▶ Task prompt:
Read the entries below and pull out each line with the string "data".

▶ Given information:
-- Opening Marker --

static void test_report__json_writes_null_for_nan(void)
{
	struct sch_result r;
	struct sch_diag d;
	json_t *doc;
	const char *path;
	size_t thermal = N_CONTRIB;

	fake_result(&r);
	sch_diag_init(&d, stderr, 0);
	path = scratch(&r.arena, "nan.json");
	r.contributions[0].output_rms_v = INFINITY;
	CHECK(sch_report_json(&r, path, &d) == SCH_OK);
	doc = json_load_file(path, 0, NULL);
	CHECK(doc != NULL);
	for (size_t i = 0; i < N_CONTRIB; i++)
		if (strcmp(r.contributions[i].device, "rf") == 0)
			thermal = i;
	CHECK(thermal < N_CONTRIB);
	CHECK(json_is_null(json_object_get(json_array_get(json_object_get(doc, "contributions"), thermal),
					   "dc_current_a")));
	CHECK(json_is_null(json_object_get(json_array_get(json_object_get(doc, "contributions"), 0),
					   "output_rms_v")));
	json_decref(doc);
	release(&r);
}

static void test_report__json_of_operating_point_run_has_carrier_keys_only(void)
{
	struct sch_result r;
	struct sch_diag d;
	json_t *doc;
	const char *path;
	static const char *const allowed[] = { "schema", "netlist", "temperature_k", "carriers",
					       "noiseless_sources", "simulator", "schrot_version" };
	const char *key;
	json_t *value;

	fake_result(&r);
	r.n_freq = 0;
	sch_diag_init(&d, stderr, 0);
	path = scratch(&r.arena, "op.json");
	CHECK(sch_report_json(&r, path, &d) == SCH_OK);
	doc = json_load_file(path, 0, NULL);
	CHECK(doc != NULL);
	CHECK(json_array_size(json_object_get(doc, "carriers")) == 2);
	CHECK(json_object_get(doc, "contributions") == NULL);
	CHECK(json_object_get(doc, "total") == NULL);
	json_object_foreach(doc, key, value)
	{
		int ok = 0;
		(void)value;
		for (size_t i = 0; i < sizeof(allowed) / sizeof(allowed[0]); i++)
			ok |= strcmp(key, allowed[i]) == 0;
		CHECK(ok);
	}
	json_decref(doc);
	release(&r);
}

static void test_report__json_keeps_non_utf8_netlist_names_readable(void)
{
	struct sch_result r;
	struct sch_diag d;
	json_t *doc;
	const char *path;

	fake_result(&r);
	r.netlist = "sonde_\xe9t\xe9.cir";
	sch_diag_init(&d, stderr, 0);
	path = scratch(&r.arena, "latin1.json");
	CHECK(sch_report_json(&r, path, &d) == SCH_OK);
	doc = json_load_file(path, 0, NULL);
	CHECK(doc != NULL);
	CHECK_STR(json_string_value(json_object_get(doc, "netlist")), "sonde_\xef\xbf\xbdt\xef\xbf\xbd.cir");
	json_decref(doc);
	release(&r);
}

/* Splits a CSV line with no quoted fields into fields (in place). */
static int split(char *line, char **field, int max)
{
	int n = 0;

	field[n++] = line;
	for (char *p = line; *p && n < max; p++)
		if (*p == ',') {
			*p = '\0';
			field[n++] = p + 1;
		}
	return n;
}

static void test_report__csv_share_column_sums_to_one_with_a_negative_correction(void)
{
	struct sch_result r;
	struct sch_diag d;
	char *text, *line, *save = NULL, *field[16];
	const char *path;
	double sum = 0;
	int rows = 0, negative = 0, n;

	fake_result(&r);
	sch_diag_init(&d, stderr, 0);
	path = scratch(&r.arena, "contrib.csv");
	CHECK(sch_report_csv(&r, path, &d) == SCH_OK);
	text = slurp(path, NULL);
	CHECK(text != NULL);
	if (!text)
		goto out;
	line = strtok_r(text, "\n", &save);
	CHECK_STR(line, "device,generator,mechanism,origin,dc_current_a,output_rms_v,share,"
			"spot_1000_hz_v_per_rthz,spot_10000_hz_v_per_rthz");
	while ((line = strtok_r(NULL, "\n", &save))) {
		n = split(line, field, 16);
		CHECK(n == 9);
		if (n < 9)
			continue;
		CHECK_STR(field[0], r.contributions[rows].device);
		CHECK_REL(strtod(field[6], NULL), r.contributions[rows].share, 1e-11);
		sum += strtod(field[6], NULL);
		if (strcmp(field[3], "correction") == 0) {
			negative = field[6][0] == '-';
			CHECK_STR(field[4], "-1e-12");
		}
		if (strcmp(field[0], "rf") == 0)
			CHECK_STR(field[4], "");
		rows++;
	}
	CHECK(rows == N_CONTRIB);
	CHECK(negative);
	CHECK_REL(sum, 1.0, 1e-10);
out:
	free(text);
	release(&r);
}

static void test_report__csv_quotes_names_with_commas(void)
{
	struct sch_result r;
	struct sch_diag d;
	char *text;
	const char *path;

	fake_result(&r);
	r.contributions[0].device = "x\"1,a";
	sch_diag_init(&d, stderr, 0);
	path = scratch(&r.arena, "quoted.csv");
	CHECK(sch_report_csv(&r, path, &d) == SCH_OK);
	text = slurp(path, NULL);
	CHECK(text && strstr(text, "\n\"x\"\"1,a\",") != NULL);
	free(text);
	release(&r);
}

static void test_report__spectrum_has_one_row_per_frequency_and_the_rest(void)
{
	struct sch_result r;
	struct sch_diag d;
	char *text, *line, *save = NULL, *field[16];
	const char *path;
	size_t rows = 0;

	fake_result(&r);
	sch_diag_init(&d, stderr, 0);
	path = scratch(&r.arena, "spectrum.csv");
	CHECK(sch_report_spectrum(&r, path, 2, &d) == SCH_OK);
	text = slurp(path, NULL);
	CHECK(text != NULL);
	if (!text)
		goto out;
	line = strtok_r(text, "\n", &save);
	CHECK(line && strncmp(line, "frequency [Hz],total [V/rtHz],", 30) == 0);
	CHECK(line && strstr(line, ",rest [V/rtHz],transfer [V/A]") != NULL);
	CHECK(line && strstr(line, "rf thermal [V/rtHz]") != NULL);
	while ((line = strtok_r(NULL, "\n", &save))) {
		int n = split(line, field, 16);
		double rest, top;
		CHECK(n == 6);
		if (n < 6 || rows >= r.n_freq)
			continue;
		CHECK_REL(strtod(field[0], NULL), r.freq_hz[rows], 1e-11);
		CHECK_REL(strtod(field[1], NULL), sqrt(r.total_psd[rows]), 1e-11);
		CHECK_REL(strtod(field[2], NULL), sqrt(fabs(r.contributions[0].psd[rows])), 1e-11);
		top = r.contributions[0].psd[rows] + r.contributions[1].psd[rows];
		rest = sqrt(fabs(r.total_psd[rows] - top));
		CHECK_REL(strtod(field[4], NULL), rest, 1e-9);
		CHECK_REL(strtod(field[5], NULL), sqrt(r.gain2[rows]), 1e-11); /* |transfer|, V/A */
		rows++;
	}
	CHECK(rows == r.n_freq);
out:
	free(text);
	release(&r);
}

static void test_report__depfile_escapes_spaces_and_dollars(void)
{
	struct sch_result r;
	struct sch_diag d;
	static const char *const targets[] = { "out/report.json", "noise plot.svg" };
	char *text;
	const char *path;

	fake_result(&r);
	sch_diag_init(&d, stderr, 0);
	path = scratch(&r.arena, "report.d");
	CHECK(sch_report_depfile(&r, path, targets, 2, &d) == SCH_OK);
	text = slurp(path, NULL);
	CHECK_STR(text, "out/report.json noise\\ plot.svg: canopy\\ probe.cir lib/op\\ amp.lib \\\n"
			" models/$$pd.inc\n"
			"\nlib/op\\ amp.lib:\n"
			"\nmodels/$$pd.inc:\n");
	free(text);
	release(&r);
}

static void test_report__depfile_without_a_target_is_a_usage_error(void)
{
	struct sch_result r;
	struct sch_diag d;
	const char *path;

	fake_result(&r);
	sch_diag_init(&d, NULL, 0);
	path = scratch(&r.arena, "none.d");
	CHECK(sch_report_depfile(&r, path, NULL, 0, &d) == SCH_ERR_USAGE);
	CHECK(access(path, F_OK) != 0);
	release(&r);
}

static void test_report__plot_writes_a_png(void)
{
	struct sch_result r;
	struct sch_diag d;
	char *data;
	size_t len = 0;
	const char *path;

	fake_result(&r);
	sch_diag_init(&d, stderr, 0);
	path = scratch(&r.arena, "noise.png");
	CHECK(sch_report_plot(&r, path, &d) == SCH_OK);
	data = slurp(path, &len);
	CHECK(data && len > 1000 && memcmp(data, "\x89PNG\r\n\x1a\n", 8) == 0);
	if (getenv("SCH_KEEP_PLOT"))
		CHECK(sch_report_plot(&r, getenv("SCH_KEEP_PLOT"), &d) == SCH_OK);
	free(data);
	release(&r);
}

static void test_report__plot_writes_an_svg(void)
{
	struct sch_result r;
	struct sch_diag d;
	char *data;
	const char *path;

	fake_result(&r);
	sch_diag_init(&d, stderr, 0);
	path = scratch(&r.arena, "noise.SVG");
	CHECK(sch_report_plot(&r, path, &d) == SCH_OK);
	data = slurp(path, NULL);
	CHECK(data && strstr(data, "<svg") != NULL && strstr(data, "</svg>") != NULL);
	free(data);
	release(&r);
}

-- Closing Marker --

▶ Task solution:
	char *data;
	data = slurp(path, &len);
	CHECK(data && len > 1000 && memcmp(data, "\x89PNG\r\n\x1a\n", 8) == 0);
	free(data);
	char *data;
	data = slurp(path, NULL);
	CHECK(data && strstr(data, "<svg") != NULL && strstr(data, "</svg>") != NULL);
	free(data);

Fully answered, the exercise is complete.